### Study material

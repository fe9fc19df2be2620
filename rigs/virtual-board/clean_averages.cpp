#include "rigs/virtual-board/clean_averages.hpp"

#include <algorithm>
#include <utility>

#include "rigs/filters/moving_average.h"
#include "rigs/filters/moving_average_i24.h"
#include "rigs/filters/moving_average_i8.h"
#include "rigs/filters/moving_average_offset.h"

namespace halflsb::board {

namespace {

// Storage is shared by a filter's functions, which the board keeps for as long as it runs.

template <typename Filter, typename Sample>
struct Storage {
    std::vector<Sample> ring;
    Filter filter{};

    void clear_half() {
        std::fill_n(ring.begin(), filter.points / 2, Sample{0});
        filter.position = 0;
        filter.sum = 0;
    }
};

/// `Sample` is what the ring holds, `Word` what the samples are in memory: the format says more than its type.
template <typename Filter, typename Sample, typename Word>
FilterParts average(std::string name, Format format, int points, void (*init)(Filter*, Sample*, std::uint16_t),
                    void (*reset)(Filter*), void (*process)(Filter*, const Word*, Word*, std::uint16_t)) {
    auto s = std::make_shared<Storage<Filter, Sample>>();
    s->ring.resize(static_cast<std::size_t>(points));
    init(&s->filter, s->ring.data(), static_cast<std::uint16_t>(points));
    FilterParts parts;
    parts.name = std::move(name);
    parts.kind = FilterKind::average;
    parts.format = format;
    parts.reset = [s, reset] { reset(&s->filter); };
    parts.reset_half = [s] { s->clear_half(); };
    parts.process = [s, process](const void* in, void* out, std::uint16_t count) {
        process(&s->filter, static_cast<const Word*>(in), static_cast<Word*>(out), count);
    };
    parts.variant = [format, points](const Deviation& deviation) {
        const int bits = value_bits(format);
        return zero_code(format) == 0 ? average_variant(points, bits, deviation)
                                      : offset_average_variant(points, bits, deviation);
    };
    return parts;
}

}  // namespace

FilterParts average_of(std::string name, Format format, int points) {
    const auto narrow = [&](auto process) {
        return average(std::move(name), format, points, moving_average_q15_init, moving_average_q15_reset, process);
    };
    const auto wide = [&](auto process) {
        return average(std::move(name), format, points, moving_average_i32_init, moving_average_i32_reset, process);
    };
    switch (format) {
        case HALFLSB_Q7:
        case HALFLSB_I8:
            return average(std::move(name), format, points, moving_average_i8_init, moving_average_i8_reset,
                           moving_average_i8_process);
        case HALFLSB_U8:
            return narrow(moving_average_u8_process);
        case HALFLSB_U12:
            return narrow(moving_average_u12_process);
        case HALFLSB_U12 | HALFLSB_LEFT:
            return narrow(moving_average_u12_left_process);
        case HALFLSB_U16:
            return narrow(moving_average_u16_process);
        case HALFLSB_I16 | HALFLSB_BIG:
            return narrow(moving_average_i16_big_process);
        case HALFLSB_I24 | HALFLSB_LEFT:
            return wide(moving_average_i24_left_process);
        case HALFLSB_I24 | HALFLSB_PACKED:
            return wide(moving_average_i24_packed_process);
        case HALFLSB_I24:
        case HALFLSB_I32:
            return wide(moving_average_i32_process);
        default:
            return narrow(moving_average_q15_process);
    }
}

FilterParts adjustable_average(std::string name, AverageSetting& setting) {
    auto s = std::make_shared<Storage<moving_average_q15, std::int16_t>>();
    s->ring.resize(static_cast<std::size_t>(average_points_most));
    const auto init = [s, &setting] {
        moving_average_q15_init(&s->filter, s->ring.data(), static_cast<std::uint16_t>(setting.points));
    };
    init();
    setting.changed = init;
    FilterParts parts;
    parts.name = std::move(name);
    parts.kind = FilterKind::adjustable_average;
    parts.reset = [s] { moving_average_q15_reset(&s->filter); };
    parts.reset_half = [s] { s->clear_half(); };
    parts.process = [s](const void* in, void* out, std::uint16_t count) {
        moving_average_q15_process(&s->filter, static_cast<const std::int16_t*>(in), static_cast<std::int16_t*>(out),
                                   count);
    };
    return parts;
}

}  // namespace halflsb::board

######

Required work: Your task is to transcribe, with no changes, only the lines of the listing above that lie between the line holding "#include <algorithm>" and the line holding "parts.kind = FilterKind::average;", inclusive.

Solution for this exercise:
#include <algorithm>
#include <utility>

#include "rigs/filters/moving_average.h"
#include "rigs/filters/moving_average_i24.h"
#include "rigs/filters/moving_average_i8.h"
#include "rigs/filters/moving_average_offset.h"

namespace halflsb::board {

namespace {

// Storage is shared by a filter's functions, which the board keeps for as long as it runs.

template <typename Filter, typename Sample>
struct Storage {
    std::vector<Sample> ring;
    Filter filter{};

    void clear_half() {
        std::fill_n(ring.begin(), filter.points / 2, Sample{0});
        filter.position = 0;
        filter.sum = 0;
    }
};

/// `Sample` is what the ring holds, `Word` what the samples are in memory: the format says more than its type.
template <typename Filter, typename Sample, typename Word>
FilterParts average(std::string name, Format format, int points, void (*init)(Filter*, Sample*, std::uint16_t),
                    void (*reset)(Filter*), void (*process)(Filter*, const Word*, Word*, std::uint16_t)) {
    auto s = std::make_shared<Storage<Filter, Sample>>();
    s->ring.resize(static_cast<std::size_t>(points));
    init(&s->filter, s->ring.data(), static_cast<std::uint16_t>(points));
    FilterParts parts;
    parts.name = std::move(name);
    parts.kind = FilterKind::average;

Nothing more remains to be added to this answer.